Recent studies using single‐cell technologies have demonstrated that CR alters chromatin accessibility in energy‐regulating pathways in muscle cells while restoring DNA methylation patterns in neurons associated with memory and learning [406, 407]. These findings underscore the potential of tailoring rejuvenation strategies to the specific needs of different tissues. The integration of single‐cell and spatial epigenomics in clinical research is paving the way for precision medicine. By capturing the nuanced effects of therapies at the cellular level, this approach ensures that interventions are both effective and safe, minimizing off‐target effects while maximizing therapeutic benefits.

In the field of antiaging research, the development of effective and safe intervention measures is one of the core goals. To achieve this goal, it is essential to establish scientifically reliable efficacy evaluation models to accurately assess the short‐term and long‐term effects of antiaging interventions. A good efficacy evaluation model should not only consider changes in biomarkers but also integrate multiple aspects, including physiological function, healthspan, and lifespan.

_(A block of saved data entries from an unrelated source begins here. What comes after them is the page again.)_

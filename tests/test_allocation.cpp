// Steady state allocates nothing: after the first step with a given batch
// shape, a training step (forward, backward, update) and a predictor call
// make zero heap allocations, on one thread and with a thread pool.
//
// This file replaces the global allocation functions with counting ones,
// which affects the whole executable, so it is an executable of its own
// (tenon_allocation_tests, label "alloc"; sanitizer builds, which bring
// their own allocation functions, skip it).
#include <doctest/doctest.h>

#include <atomic>
#include <cmath>
#include <cstdlib>
#include <malloc.h>
#include <new>
#include <optional>
#include <sstream>
#include <string_view>
#include <vector>

#include <tenon/core/parallel.hpp>
#include <tenon/deploy/model_file.hpp>
#include <tenon/deploy/predictor.hpp>
#include <tenon/train/calibration.hpp>
#include <tenon/layers/network.hpp>
#include <tenon/losses/classification.hpp>
#include <tenon/train/trainer.hpp>
#include <tenon/update/rules.hpp>
#include <tenon/update/schedules.hpp>

#include "deploy_test_support.hpp"

#if defined(__GNUC__) && !defined(__clang__)
#pragma GCC diagnostic ignored "-Wmismatched-new-delete"
#endif

// Counting global allocation functions. The count is process-wide (atomic),
// so allocations on the pool's worker threads count too.
// Live bytes are the usable sizes of the blocks handed out and not yet
// freed (glibc's malloc_usable_size), whether counting or not.
namespace {
std::atomic<bool> counting{false};
std::atomic<std::size_t> allocations{0};
std::atomic<std::size_t> live_bytes{0};

void* counted_malloc(std::size_t size) noexcept {
    void* p = std::malloc(size ? size : 1);
    if (p) live_bytes.fetch_add(malloc_usable_size(p), std::memory_order_relaxed);
    return p;
}
void counted_free(void* p) noexcept {
    if (p) live_bytes.fetch_sub(malloc_usable_size(p), std::memory_order_relaxed);
    std::free(p);
}
}  // namespace

void* operator new(std::size_t size) {
    if (counting.load(std::memory_order_relaxed)) allocations.fetch_add(1, std::memory_order_relaxed);
    if (void* p = counted_malloc(size)) return p;
    throw std::bad_alloc();
}
void* operator new[](std::size_t size) { return operator new(size); }
void* operator new(std::size_t size, const std::nothrow_t&) noexcept {
    if (counting.load(std::memory_order_relaxed)) allocations.fetch_add(1, std::memory_order_relaxed);
    return counted_malloc(size);
}
void operator delete(void* p) noexcept { counted_free(p); }
void operator delete[](void* p) noexcept { counted_free(p); }
void operator delete(void* p, std::size_t) noexcept { counted_free(p); }
void operator delete[](void* p, std::size_t) noexcept { counted_free(p); }

namespace {

// Fashion-MNIST-shaped data (784 inputs, 10 classes) drawn at random: the
// allocation behaviour depends on shapes, not on values.
template <class T>
tenon::supervised_rows<T> random_rows(std::size_t rows, std::uint64_t seed) {
    tenon::random_engine rng(seed);
    tenon::supervised_rows<T> d;
    d.features = tenon::matrix<T>({rows, 784});
    for (std::size_t k = 0; k < d.features.size(); ++k) d.features.data()[k] = rng.normal(T(0), T(1));
    d.class_count = 10;
    d.labels.resize(rows);
    for (auto& l : d.labels) l = static_cast<std::size_t>(rng.below(10));
    return d;
}

}  // namespace

TEST_CASE_TEMPLATE("a training step of a 784-256-128-10 perceptron allocates nothing after the first", T, float, double) {
    for (const std::size_t threads : {std::size_t(1), std::size_t(2)}) {
        tenon::thread_pool pool(threads);
        auto net = tenon::make_mlp<T>({784, 256, 128, 10}, tenon::activation::relu, {tenon::init_scheme::he, tenon::init_distribution::uniform}, 1);
        tenon::adam<T> rule;
        tenon::random_engine rng(4);
        tenon::matrix<T> x({128, 784});
        for (std::size_t k = 0; k < x.size(); ++k) x.data()[k] = rng.normal(T(0), T(1));
        std::vector<std::size_t> labels(128);
        for (auto& l : labels) l = static_cast<std::size_t>(rng.below(10));
        tenon::tape<T> t;
        t.set_executor(&pool);
        auto step = [&] {
            t.clear();
            net.clear_gradients();
            const auto y = net.forward(t, t.input(x));
            const auto loss = tenon::cross_entropy_loss(t, y, labels);
            t.backward(loss);
            rule.apply(net.parameters(), T(0.001));
        };
        step();  // the first step with this shape sizes every buffer
        allocations = 0;
        counting = true;
        for (int i = 0; i < 3; ++i) step();
        counting = false;
        CHECK_MESSAGE(allocations.load() == 0, "threads=" << threads);
    }
    // The counter does count: a new tape's first step allocates its nodes.
    tenon::tape<T> fresh;
    counting = true;
    fresh.input(tenon::matrix<T>({2, 2}));
    counting = false;
    CHECK(allocations.load() > 0);
}

TEST_CASE_TEMPLATE("the trainer's steps after the first epoch allocate nothing, with or without workers", T, float, double) {
    // Measured between consecutive batch observer calls (which see no
    // allocation of their own): everything the trainer does for one step,
    // from gathering the batch to the update, lies between two calls.
    const auto train = random_rows<T>(600, 1);
    for (const std::size_t threads : {std::size_t(1), std::size_t(2)}) {
        tenon::thread_pool pool(threads);
        auto net = tenon::make_mlp<T>({784, 256, 128, 10}, tenon::activation::relu, {tenon::init_scheme::he, tenon::init_distribution::uniform}, 2);
        tenon::adam<T> rule;
        tenon::constant_rate schedule(0.001);
        tenon::training_options<T> o;
        o.epochs = 2;
        o.batch_size = 128;  // 4 full batches and a tail of 88 rows
        o.loss = tenon::loss_kind::cross_entropy;
        o.workers = &pool;
        std::vector<std::size_t> per_step;
        std::size_t last = 0;
        o.on_batch = [&](const tenon::batch_progress& p) {
            counting = false;
            const std::size_t now = allocations.load();
            if (p.epoch == 2 && p.batch > 1) per_step.push_back(now - last);
            last = now;
            counting = p.epoch == 2 && p.batch < p.batches;  // count until the epoch's last batch
        };
        allocations = 0;
        tenon::trainer<T> tr(net, rule, schedule, o);
        tr.run(train, tenon::supervised_rows<T>{});
        counting = false;
        REQUIRE(per_step.size() == 4);
        for (std::size_t i = 0; i < per_step.size(); ++i) CHECK_MESSAGE(per_step[i] == 0, "threads=" << threads << " batch " << i + 2);
    }
}

TEST_CASE_TEMPLATE("a predictor call on a prepared row allocates nothing", T, float, double) {
    const auto table = deploy_test::pump_table(200, 3);
    const auto train = deploy_test::range(0, 160), validation = deploy_test::range(160, 200);
    auto fitted = tenon::fit_model<T>(table, deploy_test::condition_plan(), train, validation, deploy_test::small_settings());
    tenon::predictor<T> p(tenon::make_model_file(fitted, table, train, deploy_test::small_settings()), 8);
    const auto features = fitted.plan.template apply<T>(table, validation).features;
    tenon::prediction_view<T> out;
    REQUIRE(p.try_predict_prepared(features.data(), 1, out).ok());
    allocations = 0;
    counting = true;
    bool ok = true;
    for (std::size_t row = 0; row < 8; ++row) ok = ok && p.try_predict_prepared(features.data() + row * features.shape()[1], 1, out).ok();
    ok = ok && p.try_predict_prepared(features.data(), 8, out).ok();
    counting = false;
    CHECK(ok);
    CHECK(allocations.load() == 0);
}

TEST_CASE_TEMPLATE("a calibrated predictor's bands and class sets allocate nothing", T, float, double) {
    const auto table = deploy_test::pump_table(200, 3);
    const auto train = deploy_test::range(0, 160), validation = deploy_test::range(160, 200);
    for (const bool classify : {true, false}) {
        const tenon::plan plan = classify ? deploy_test::condition_plan() : deploy_test::power_plan();
        auto fitted = tenon::fit_model<T>(table, plan, train, validation, deploy_test::small_settings());
        auto file = tenon::make_model_file(fitted, table, train, deploy_test::small_settings());
        file.calibration = tenon::calibrate_model(fitted, table, validation, 0.9);
        tenon::predictor<T> p(file, 8);
        const auto features = fitted.plan.template apply<T>(table, validation).features;
        tenon::prediction_view<T> out;
        REQUIRE(p.try_predict_prepared(features.data(), 1, out).ok());
        allocations = 0;
        counting = true;
        bool ok = true;
        for (std::size_t row = 0; row < 8; ++row) ok = ok && p.try_predict_prepared(features.data() + row * features.shape()[1], 1, out).ok();
        ok = ok && p.try_predict_prepared(features.data(), 8, out).ok();
        counting = false;
        CHECK(ok);
        CHECK(allocations.load() == 0);
        CHECK((classify ? out.has_class_sets() : out.has_interval()));
    }
}

// Footprint of a serving process (README, "Footprint"): the model file of an
// 8-32-32-1 regression network loaded from its bytes, and a predictor for
// it, keep at most 256 KiB on the heap once constructed (the predictor
// holds its own copy of the network, plan and reference summaries; the
// loaded file may then go), on every processor the tests run on. The data
// are invented: eight sensor readings of a packaging line and the seal
// temperature they predict.
TEST_CASE("a serving process for an 8-32-32-1 model holds at most 256 KiB of heap after construction") {
    tenon::random_engine rng(12);
    std::ostringstream csv;
    csv << "s1,s2,s3,s4,s5,s6,s7,s8,seal_temperature\n";
    for (int i = 0; i < 2000; ++i) {
        double sum = 0;
        for (int k = 0; k < 8; ++k) {
            const double v = rng.uniform(0.0, 10.0);
            sum += (k + 1) * v;
            csv << v << ",";
        }
        csv << 150.0 + 0.5 * sum + rng.normal(0.0, 1.0) << "\n";
    }
    std::istringstream in(csv.str());
    const tenon::table table = tenon::read_csv(in, {}, "line.csv");
    tenon::plan plan;
    plan.set_target("seal_temperature", tenon::target_kind::regression);
    tenon::model_settings s;
    s.hidden = {32, 32};
    s.epochs = 2;
    s.seed = 5;
    s.ensemble = 1;  // one 8-32-32-1 network (an ensemble holds one per member)
    const auto train = deploy_test::range(0, 1600), validation = deploy_test::range(1600, 2000);
    auto fitted = tenon::fit_model<float>(table, plan, train, validation, s);
    const std::vector<std::uint8_t> bytes = tenon::model_file_to_bytes(tenon::make_model_file(fitted, table, train, s));

    // Once, so that what the first use of each part keeps for the process
    // (per-thread matrix-product scratch, static tables) is not counted.
    const auto serve = [&](std::size_t& with_file, std::size_t& predictor_alone) {
        const std::size_t before = live_bytes.load();
        std::optional<tenon::predictor<float>> p;
        {
            const auto file = tenon::model_file_from_bytes<float>(bytes);
            p.emplace(file);
            with_file = live_bytes.load() - before;
        }
        predictor_alone = live_bytes.load() - before;
        const std::string_view row[8] = {"1", "2", "3", "4", "5", "6", "7", "8"};
        REQUIRE(std::isfinite(p->predict_cells(row, 1).at(0, 0)));
    };
    std::size_t with_file = 0, predictor_alone = 0;
    serve(with_file, predictor_alone);
    serve(with_file, predictor_alone);
    MESSAGE("heap held after construction: " << predictor_alone << " bytes by the predictor, " << with_file
                                             << " bytes with the loaded model file still alive");
    CHECK(predictor_alone <= 256u * 1024u);
}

With the advancement of epigenetic aging research, ethical considerations and social impacts related to epigenetic reprogramming and genome modification have become increasingly prominent. First, epigenetic research involves a large amount of highly sensitive personal health and lifestyle information. If leaked, this information could cause serious harm to individuals. Moreover, gene editing, compound treatments, individual lifestyle factors, and environmental factors can all cause epigenetic changes. For example, the same stress response pathway (such as oxidative stress) can be activated by different substances like pesticides and nicotine, and there is a lack of specific biomarkers. This complexity makes it difficult to clearly define disease liability and also makes it challenging for research participants to fully understand the implications and potential impacts. Second, the ability to modify the epigenome raises questions about the long‐term effects of these modifications on individuals and their offspring. For instance, if epigenetic changes can be transmitted to future generations, they may have transgenerational effects on aging and disease susceptibility. This could also lead to the creation of "designer babies," raising a host of complex ethical and moral issues [438]. Finally, research and interventions in epigenetics will prompt policymakers to pay more attention to the relationship between the environment and health and to strengthen measures such as environmental pollution control and public health improvement to reduce disease risks. It will also promote public awareness of the impact of lifestyle and environmental factors on health and foster interdisciplinary collaboration to address complex health problems. However, at the same time, it may also lead to a further widening of health disparities and exacerbate social inequality. Therefore, the rapid development of epigenetics and its therapies brings new hope for human health but also brings complex ethical and social issues. Issues such as privacy protection, misuse of gene editing, and social inequality need to be given sufficient attention alongside technological development. It is essential to develop reasonable policies and regulations to promote the positive role of epigenetics in human health while minimizing its potential negative impacts.

One of the most important advances in epigenetic aging research has been the development of high‐resolution mapping techniques [439]. These methods have allowed researchers to identify subtle age‐related changes in the epigenome with unprecedented accuracy. The integration of single‐cell multiomics has provided further insights into how aging affects gene expression at the cellular level, allowing for a better understanding of the molecular underpinnings of aging and related diseases [440].